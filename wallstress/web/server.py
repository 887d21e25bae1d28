"""Start the web page under uvicorn on this computer (127.0.0.1 unless told otherwise)."""

from __future__ import annotations

import ipaddress
import socket
import sys
import threading
import webbrowser

LOOPBACK = ("127.0.0.1", "localhost", "::1")


def is_loopback(host: str) -> bool:
    if host in LOOPBACK:
        return True
    try:
        return ipaddress.ip_address(host).is_loopback
    except ValueError:
        return False


def port_free(host: str, port: int) -> bool:
    with socket.socket(socket.AF_INET6 if ":" in host else socket.AF_INET) as s:
        try:
            s.bind((host, port))
        except OSError:
            return False
    return True


def serve(
    host: str = "127.0.0.1",
    port: int = 8765,
    *,
    open_browser: bool = True,
    max_upload_mb: float = 200,
    store=None,
) -> None:
    """Run the page until interrupted; the runs' files are removed when it stops."""
    import uvicorn

    from wallstress.web.app import create_app

    if not port_free(host, port):
        raise OSError(
            f"port {port} on {host} is in use (another wallstress serve?); choose another with --port"
        )
    hosts = ["127.0.0.1", "localhost", "[::1]"] if is_loopback(host) else ["*"]
    if not is_loopback(host):
        print(
            f"wallstress: warning: listening on {host}: other computers on the network can open "
            "this page and send files to it; use it only on a network you trust",
            file=sys.stderr,
        )
    if store is not None:  # a clear message now rather than on the page
        from wallstress.cohort.store import open_store

        open_store(store, read_only=True).close()
    app = create_app(max_upload_mb=max_upload_mb, allowed_hosts=hosts, store=store)
    url = f"http://{'127.0.0.1' if is_loopback(host) else host}:{port}/"
    print(f"wallstress: the page is at {url} (Ctrl+C stops it and deletes the uploaded files)")
    if open_browser:
        threading.Timer(1.0, webbrowser.open, [url]).start()
    uvicorn.run(app, host=host, port=port, log_level="warning")
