"""The Starlette application of ``wallstress serve``: routes, templates, security.

Routes: ``GET /`` the upload form; ``POST /runs`` starts a run; ``GET /runs/{id}`` its progress,
then its summary; ``GET /runs/{id}/files/{name}`` a download from the run's own list;
``POST /runs/{id}/delete`` removes the run's files; ``/static`` the bundled style sheet and the
table-sorting script (no network asset anywhere).

Security: only the hosts the server was started for are answered (a web site cannot reach it by
a DNS name pointing to 127.0.0.1); every response carries a Content-Security-Policy that allows
nothing from elsewhere; forms carry a CSRF token that must match a SameSite=Strict cookie, and a
POST from another origin is refused; a request body above the upload limit is refused before it is
read; a failure shows one message, never a stack trace, and the server keeps running.
"""

from __future__ import annotations

import hmac
import secrets
from pathlib import Path

import jinja2
from starlette.applications import Starlette
from starlette.exceptions import HTTPException
from starlette.middleware import Middleware
from starlette.middleware.trustedhost import TrustedHostMiddleware
from starlette.requests import Request
from starlette.responses import FileResponse, HTMLResponse, RedirectResponse, Response
from starlette.routing import Mount, Route
from starlette.staticfiles import StaticFiles

from wallstress import __version__
from wallstress.analysis.references import list_sets
from wallstress.options import Options
from wallstress.read.studies import STUDY_LIST_SUFFIXES
from wallstress.schema.vocabulary import CLINICAL_CAUTION, FROM_MEMORY_CAUTION, METHOD_CHOICES
from wallstress.web.runs import Runs

HERE = Path(__file__).resolve().parent
CSRF_COOKIE = "wallstress_csrf"
DEFAULT_MAX_UPLOAD_MB = 200
CSP = (
    "default-src 'none'; img-src 'self' data:; style-src 'self'; script-src 'self'; "
    "form-action 'self'; base-uri 'none'; frame-ancestors 'none'"
)
SECURITY_HEADERS = {
    "content-security-policy": CSP,
    "x-content-type-options": "nosniff",
    "referrer-policy": "same-origin",  # "no-referrer" would make a form's Origin "null"
    "x-frame-options": "DENY",
    "cache-control": "no-store",
}
# the options the form offers, each with its choices (from the formula modules' tuples)
FORM_OPTIONS = ("bsa_method", "mass_method", "es_pressure")
OPTION_LABELS = {
    "reference": "Reference set",
    "bsa_method": "BSA formula",
    "mass_method": "LV mass method",
    "es_pressure": "End-systolic pressure",
}


class _TooLarge(Exception):
    pass


class _Guard:
    """ASGI middleware: security headers on every response; request bodies above the limit
    refused with 413 (by their declared length, or while they arrive)."""

    def __init__(self, app, max_body: int):
        self.app, self.max_body = app, max_body

    async def __call__(self, scope, receive, send):
        if scope["type"] != "http":
            return await self.app(scope, receive, send)
        started = False

        async def send_with_headers(message):
            nonlocal started
            if message["type"] == "http.response.start":
                started = True
                headers = [
                    (k, v)
                    for k, v in message.get("headers", [])
                    if k.decode().lower() not in SECURITY_HEADERS
                ]
                headers += [(k.encode(), v.encode()) for k, v in SECURITY_HEADERS.items()]
                message = {**message, "headers": headers}
            await send(message)

        declared = dict(scope.get("headers", [])).get(b"content-length")
        if declared is not None and declared.isdigit() and int(declared) > self.max_body:
            return await _too_large(self.max_body)(scope, receive, send_with_headers)
        seen = 0

        async def counted():
            nonlocal seen
            message = await receive()
            seen += len(message.get("body", b""))
            if seen > self.max_body:
                raise _TooLarge
            return message

        try:
            await self.app(scope, counted, send_with_headers)
        except _TooLarge:
            if not started:
                await _too_large(self.max_body)(scope, receive, send_with_headers)


def _too_large(max_body: int) -> Response:
    mb = max_body / 2**20
    return HTMLResponse(
        _page(
            "error.html",
            message=f"the file is larger than this page takes ({mb:g} MB); "
            "split it, or use the command line (wallstress analyse), which has no such limit",
        ),
        status_code=413,
    )


_env = jinja2.Environment(
    loader=jinja2.FileSystemLoader(str(HERE / "templates")),
    autoescape=True,
    undefined=jinja2.StrictUndefined,
)


def _page(template: str, **context) -> str:
    base = {
        "version": __version__,
        "caution": CLINICAL_CAUTION,
        "memory_caution": FROM_MEMORY_CAUTION,
        "csrf": "",
        "refresh": False,
    }
    return _env.get_template(template).render(**{**base, **context})


def _with_token(request: Request, template: str, status: int = 200, **context) -> HTMLResponse:
    token = request.cookies.get(CSRF_COOKIE) or secrets.token_urlsafe(24)
    response = HTMLResponse(_page(template, csrf=token, **context), status_code=status)
    response.set_cookie(CSRF_COOKIE, token, httponly=True, samesite="strict", path="/")
    return response


def _check_form(request: Request, form) -> None:
    origin = request.headers.get("origin")
    if origin is not None and origin != f"{request.url.scheme}://{request.url.netloc}":
        raise HTTPException(403, "this form can only be sent from the wallstress page itself")
    cookie = request.cookies.get(CSRF_COOKIE, "")
    sent = str(form.get("csrf", ""))
    if not cookie or not hmac.compare_digest(cookie.encode(), sent.encode()):
        raise HTTPException(
            403, "the form's security token is missing or stale; reload the page and send it again"
        )


def _choices() -> dict[str, dict]:
    defaults = Options()
    out = {"reference": {"choices": list_sets(), "default": defaults.reference}}
    for name in FORM_OPTIONS:
        out[name] = {"choices": list(METHOD_CHOICES[name]), "default": getattr(defaults, name)}
    return out


def create_app(
    *,
    store=None,
    max_upload_mb: float = DEFAULT_MAX_UPLOAD_MB,
    runs_root=None,
    workers: int = 2,
    allowed_hosts=("127.0.0.1", "localhost"),
) -> Starlette:
    """The web application. ``store``: a clinic's cohort store the page may follow (named on the
    command line, never by the browser); ``runs_root``: where the private temporary folder of the
    runs is made (default: the system's temporary folder); ``allowed_hosts``: Host headers
    answered."""
    runs = Runs(runs_root, workers=workers)
    choices = _choices()
    store_name = Path(store).name if store else None

    async def index(request: Request):
        return _with_token(
            request,
            "index.html",
            choices=choices,
            labels=OPTION_LABELS,
            accept=",".join(STUDY_LIST_SUFFIXES),
            max_upload_mb=max_upload_mb,
            store_name=store_name,
        )

    async def start(request: Request):
        form = await request.form(max_files=1, max_fields=len(choices) + 4)
        _check_form(request, form)
        upload = form.get("studies")
        if upload is None or isinstance(upload, str) or not upload.filename:
            raise HTTPException(400, "no study list was chosen; choose or drop a file, then send")
        picked = {}
        for name, spec in choices.items():
            value = str(form.get(name) or spec["default"])
            if value not in spec["choices"]:
                raise HTTPException(
                    400, f"{OPTION_LABELS[name]}: {value!r} is not one of the choices"
                )
            picked[name] = value
        data = await upload.read()
        try:
            run = runs.start(upload.filename, data, Options(**picked))
        except ValueError as exc:
            raise HTTPException(400, str(exc)) from exc
        return RedirectResponse(f"/runs/{run.id}", status_code=303)

    async def start_cohort(request: Request):
        form = await request.form(max_files=0, max_fields=len(choices) + 2)
        _check_form(request, form)
        if store is None:
            raise HTTPException(404, "no cohort store was named when this page was started")
        run = runs.start_cohort(
            Path(store), Options(reference=str(form.get("reference") or Options().reference))
        )
        return RedirectResponse(f"/runs/{run.id}", status_code=303)

    def _run(request: Request):
        run = runs.get(request.path_params["run_id"])
        if run is None:
            raise HTTPException(
                404, "this run is not here: it was deleted, it expired, or the server restarted"
            )
        return run

    async def show(request: Request):
        run = _run(request)
        return _with_token(
            request,
            "run.html",
            run=run,
            refresh=run.state in ("waiting", "working"),
            labels=OPTION_LABELS,
        )

    async def download(request: Request):
        run = _run(request)
        path = run.downloads.get(request.path_params["name"])
        if path is None or not path.is_file():
            raise HTTPException(404, "no such file in this run")
        return FileResponse(path, filename=path.name)

    async def delete(request: Request):
        form = await request.form(max_files=0, max_fields=2)
        _check_form(request, form)
        runs.delete(request.path_params["run_id"])
        return RedirectResponse("/", status_code=303)

    async def http_error(request: Request, exc: HTTPException):
        return _with_token(request, "error.html", status=exc.status_code, message=exc.detail)

    async def server_error(request: Request, exc: Exception):
        return HTMLResponse(
            _page(
                "error.html",
                message="unexpected problem on the server; the terminal that runs "
                "'wallstress serve' shows the details",
            ),
            status_code=500,
        )

    def shutdown():
        runs.close()

    from contextlib import asynccontextmanager

    @asynccontextmanager
    async def lifespan(app):
        try:
            yield
        finally:
            shutdown()

    app = Starlette(
        routes=[
            Route("/", index),
            Route("/runs", start, methods=["POST"]),
            Route("/cohort", start_cohort, methods=["POST"]),
            Route("/runs/{run_id}", show),
            Route("/runs/{run_id}/files/{name}", download),
            Route("/runs/{run_id}/delete", delete, methods=["POST"]),
            Mount("/static", StaticFiles(directory=str(HERE / "static")), name="static"),
        ],
        middleware=[  # outermost first: every response, refusals included, gets the headers
            Middleware(_Guard, max_body=int(max_upload_mb * 2**20)),
            Middleware(TrustedHostMiddleware, allowed_hosts=list(allowed_hosts)),
        ],
        exception_handlers={HTTPException: http_error, Exception: server_error},
        lifespan=lifespan,
    )
    app.state.runs = runs
    return app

▶ _Exercise directions_
Work through the data and report how many of its lines hold the word "Mount", giving only the figure.

▶ _Solved problem_
2